• **Assigned task**:
Quote each record exactly, please, leaving none out.

Start of Material for this task

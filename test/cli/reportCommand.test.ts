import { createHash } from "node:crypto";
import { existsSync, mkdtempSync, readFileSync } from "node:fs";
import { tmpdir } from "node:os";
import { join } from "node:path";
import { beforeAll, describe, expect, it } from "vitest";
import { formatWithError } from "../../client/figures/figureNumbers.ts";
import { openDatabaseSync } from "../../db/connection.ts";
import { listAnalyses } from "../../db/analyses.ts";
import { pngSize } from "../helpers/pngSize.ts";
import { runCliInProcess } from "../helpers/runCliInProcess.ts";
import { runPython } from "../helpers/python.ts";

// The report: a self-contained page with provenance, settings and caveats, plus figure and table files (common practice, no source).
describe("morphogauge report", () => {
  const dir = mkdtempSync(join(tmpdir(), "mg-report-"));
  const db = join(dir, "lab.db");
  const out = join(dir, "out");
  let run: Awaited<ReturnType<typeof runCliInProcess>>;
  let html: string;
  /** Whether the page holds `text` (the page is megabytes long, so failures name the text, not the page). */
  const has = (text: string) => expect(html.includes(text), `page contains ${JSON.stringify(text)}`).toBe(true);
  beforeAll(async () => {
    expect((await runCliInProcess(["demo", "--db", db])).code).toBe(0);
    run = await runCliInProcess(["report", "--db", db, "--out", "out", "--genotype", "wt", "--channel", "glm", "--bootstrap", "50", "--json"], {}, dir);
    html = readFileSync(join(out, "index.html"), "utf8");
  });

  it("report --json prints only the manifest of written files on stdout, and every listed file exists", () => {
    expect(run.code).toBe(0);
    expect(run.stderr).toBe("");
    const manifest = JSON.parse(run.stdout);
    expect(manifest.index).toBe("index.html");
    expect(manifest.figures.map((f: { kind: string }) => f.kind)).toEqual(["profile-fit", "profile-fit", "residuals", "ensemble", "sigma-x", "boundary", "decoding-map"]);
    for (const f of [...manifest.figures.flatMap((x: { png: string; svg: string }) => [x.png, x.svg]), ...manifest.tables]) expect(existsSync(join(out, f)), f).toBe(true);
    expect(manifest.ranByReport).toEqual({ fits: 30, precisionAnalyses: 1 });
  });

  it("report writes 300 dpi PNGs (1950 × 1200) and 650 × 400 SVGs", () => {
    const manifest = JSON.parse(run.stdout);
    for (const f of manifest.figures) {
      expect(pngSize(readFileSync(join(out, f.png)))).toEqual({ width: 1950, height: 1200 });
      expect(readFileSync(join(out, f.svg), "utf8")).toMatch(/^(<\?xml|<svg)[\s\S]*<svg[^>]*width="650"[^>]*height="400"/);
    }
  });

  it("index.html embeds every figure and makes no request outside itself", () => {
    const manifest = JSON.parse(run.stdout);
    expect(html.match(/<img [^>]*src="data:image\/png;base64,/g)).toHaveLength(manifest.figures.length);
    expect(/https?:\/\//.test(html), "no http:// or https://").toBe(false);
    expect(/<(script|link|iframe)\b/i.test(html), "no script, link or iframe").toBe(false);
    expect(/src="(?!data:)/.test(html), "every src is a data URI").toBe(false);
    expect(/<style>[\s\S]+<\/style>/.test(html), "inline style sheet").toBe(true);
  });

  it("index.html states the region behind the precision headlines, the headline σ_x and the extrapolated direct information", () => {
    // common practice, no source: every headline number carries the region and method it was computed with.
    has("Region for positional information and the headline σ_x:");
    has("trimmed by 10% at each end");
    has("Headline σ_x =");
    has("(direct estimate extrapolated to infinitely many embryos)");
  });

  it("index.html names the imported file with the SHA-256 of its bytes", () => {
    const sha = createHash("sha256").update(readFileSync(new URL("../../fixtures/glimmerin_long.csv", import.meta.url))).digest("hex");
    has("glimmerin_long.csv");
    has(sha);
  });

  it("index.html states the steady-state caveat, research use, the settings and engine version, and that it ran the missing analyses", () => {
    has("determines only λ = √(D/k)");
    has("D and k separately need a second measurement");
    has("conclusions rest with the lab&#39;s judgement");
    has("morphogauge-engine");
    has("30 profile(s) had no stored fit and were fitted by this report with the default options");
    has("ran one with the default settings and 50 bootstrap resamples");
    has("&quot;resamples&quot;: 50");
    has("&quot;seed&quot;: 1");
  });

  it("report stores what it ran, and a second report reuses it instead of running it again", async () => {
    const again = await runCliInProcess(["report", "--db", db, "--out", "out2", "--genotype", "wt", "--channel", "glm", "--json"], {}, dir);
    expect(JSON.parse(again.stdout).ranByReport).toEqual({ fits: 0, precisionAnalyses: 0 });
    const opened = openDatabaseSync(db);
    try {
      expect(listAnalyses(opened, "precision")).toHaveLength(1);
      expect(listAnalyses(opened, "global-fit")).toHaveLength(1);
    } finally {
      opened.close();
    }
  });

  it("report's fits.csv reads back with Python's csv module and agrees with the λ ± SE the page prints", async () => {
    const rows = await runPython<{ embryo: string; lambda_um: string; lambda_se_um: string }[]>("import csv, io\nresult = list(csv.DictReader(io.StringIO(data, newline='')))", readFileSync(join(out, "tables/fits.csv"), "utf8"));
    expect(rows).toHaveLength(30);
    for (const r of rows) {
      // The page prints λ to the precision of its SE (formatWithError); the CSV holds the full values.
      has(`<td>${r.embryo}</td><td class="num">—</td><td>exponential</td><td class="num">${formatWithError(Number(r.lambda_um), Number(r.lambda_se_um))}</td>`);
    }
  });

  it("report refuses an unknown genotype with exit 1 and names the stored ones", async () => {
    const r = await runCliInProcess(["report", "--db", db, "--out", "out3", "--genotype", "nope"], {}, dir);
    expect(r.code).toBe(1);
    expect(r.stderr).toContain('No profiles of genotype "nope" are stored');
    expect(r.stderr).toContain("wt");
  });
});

End of Material for this task

• **Response to the task**:
filename test/cli/reportCommand.test.ts
import { createHash } from "node:crypto";
import { existsSync, mkdtempSync, readFileSync } from "node:fs";
import { tmpdir } from "node:os";
import { join } from "node:path";
import { beforeAll, describe, expect, it } from "vitest";
import { formatWithError } from "../../client/figures/figureNumbers.ts";
import { openDatabaseSync } from "../../db/connection.ts";
import { listAnalyses } from "../../db/analyses.ts";
import { pngSize } from "../helpers/pngSize.ts";
import { runCliInProcess } from "../helpers/runCliInProcess.ts";
import { runPython } from "../helpers/python.ts";

// The report: a self-contained page with provenance, settings and caveats, plus figure and table files (common practice, no source).
describe("morphogauge report", () => {
  const dir = mkdtempSync(join(tmpdir(), "mg-report-"));
  const db = join(dir, "lab.db");
  const out = join(dir, "out");
  let run: Awaited<ReturnType<typeof runCliInProcess>>;
  let html: string;
  /** Whether the page holds `text` (the page is megabytes long, so failures name the text, not the page). */
  const has = (text: string) => expect(html.includes(text), `page contains ${JSON.stringify(text)}`).toBe(true);
  beforeAll(async () => {
    expect((await runCliInProcess(["demo", "--db", db])).code).toBe(0);
    run = await runCliInProcess(["report", "--db", db, "--out", "out", "--genotype", "wt", "--channel", "glm", "--bootstrap", "50", "--json"], {}, dir);
    html = readFileSync(join(out, "index.html"), "utf8");
  });

  it("report --json prints only the manifest of written files on stdout, and every listed file exists", () => {
    expect(run.code).toBe(0);
    expect(run.stderr).toBe("");
    const manifest = JSON.parse(run.stdout);
    expect(manifest.index).toBe("index.html");
    expect(manifest.figures.map((f: { kind: string }) => f.kind)).toEqual(["profile-fit", "profile-fit", "residuals", "ensemble", "sigma-x", "boundary", "decoding-map"]);
    for (const f of [...manifest.figures.flatMap((x: { png: string; svg: string }) => [x.png, x.svg]), ...manifest.tables]) expect(existsSync(join(out, f)), f).toBe(true);
    expect(manifest.ranByReport).toEqual({ fits: 30, precisionAnalyses: 1 });
  });

  it("report writes 300 dpi PNGs (1950 × 1200) and 650 × 400 SVGs", () => {
    const manifest = JSON.parse(run.stdout);
    for (const f of manifest.figures) {
      expect(pngSize(readFileSync(join(out, f.png)))).toEqual({ width: 1950, height: 1200 });
      expect(readFileSync(join(out, f.svg), "utf8")).toMatch(/^(<\?xml|<svg)[\s\S]*<svg[^>]*width="650"[^>]*height="400"/);
    }
  });

  it("index.html embeds every figure and makes no request outside itself", () => {
    const manifest = JSON.parse(run.stdout);
    expect(html.match(/<img [^>]*src="data:image\/png;base64,/g)).toHaveLength(manifest.figures.length);
    expect(/https?:\/\//.test(html), "no http:// or https://").toBe(false);
    expect(/<(script|link|iframe)\b/i.test(html), "no script, link or iframe").toBe(false);
    expect(/src="(?!data:)/.test(html), "every src is a data URI").toBe(false);
    expect(/<style>[\s\S]+<\/style>/.test(html), "inline style sheet").toBe(true);
  });

  it("index.html states the region behind the precision headlines, the headline σ_x and the extrapolated direct information", () => {
    // common practice, no source: every headline number carries the region and method it was computed with.
    has("Region for positional information and the headline σ_x:");
    has("trimmed by 10% at each end");
    has("Headline σ_x =");
    has("(direct estimate extrapolated to infinitely many embryos)");
  });

  it("index.html names the imported file with the SHA-256 of its bytes", () => {
    const sha = createHash("sha256").update(readFileSync(new URL("../../fixtures/glimmerin_long.csv", import.meta.url))).digest("hex");
    has("glimmerin_long.csv");
    has(sha);
  });

  it("index.html states the steady-state caveat, research use, the settings and engine version, and that it ran the missing analyses", () => {
    has("determines only λ = √(D/k)");
    has("D and k separately need a second measurement");
    has("conclusions rest with the lab&#39;s judgement");
    has("morphogauge-engine");
    has("30 profile(s) had no stored fit and were fitted by this report with the default options");
    has("ran one with the default settings and 50 bootstrap resamples");
    has("&quot;resamples&quot;: 50");
    has("&quot;seed&quot;: 1");
  });

  it("report stores what it ran, and a second report reuses it instead of running it again", async () => {
    const again = await runCliInProcess(["report", "--db", db, "--out", "out2", "--genotype", "wt", "--channel", "glm", "--json"], {}, dir);
    expect(JSON.parse(again.stdout).ranByReport).toEqual({ fits: 0, precisionAnalyses: 0 });
    const opened = openDatabaseSync(db);
    try {
      expect(listAnalyses(opened, "precision")).toHaveLength(1);
      expect(listAnalyses(opened, "global-fit")).toHaveLength(1);
    } finally {
      opened.close();
    }
  });

  it("report's fits.csv reads back with Python's csv module and agrees with the λ ± SE the page prints", async () => {
    const rows = await runPython<{ embryo: string; lambda_um: string; lambda_se_um: string }[]>("import csv, io\nresult = list(csv.DictReader(io.StringIO(data, newline='')))", readFileSync(join(out, "tables/fits.csv"), "utf8"));
    expect(rows).toHaveLength(30);
    for (const r of rows) {
      // The page prints λ to the precision of its SE (formatWithError); the CSV holds the full values.
      has(`<td>${r.embryo}</td><td class="num">—</td><td>exponential</td><td class="num">${formatWithError(Number(r.lambda_um), Number(r.lambda_se_um))}</td>`);
    }
  });

  it("report refuses an unknown genotype with exit 1 and names the stored ones", async () => {
    const r = await runCliInProcess(["report", "--db", db, "--out", "out3", "--genotype", "nope"], {}, dir);
    expect(r.code).toBe(1);
    expect(r.stderr).toContain('No profiles of genotype "nope" are stored');
    expect(r.stderr).toContain("wt");
  });
});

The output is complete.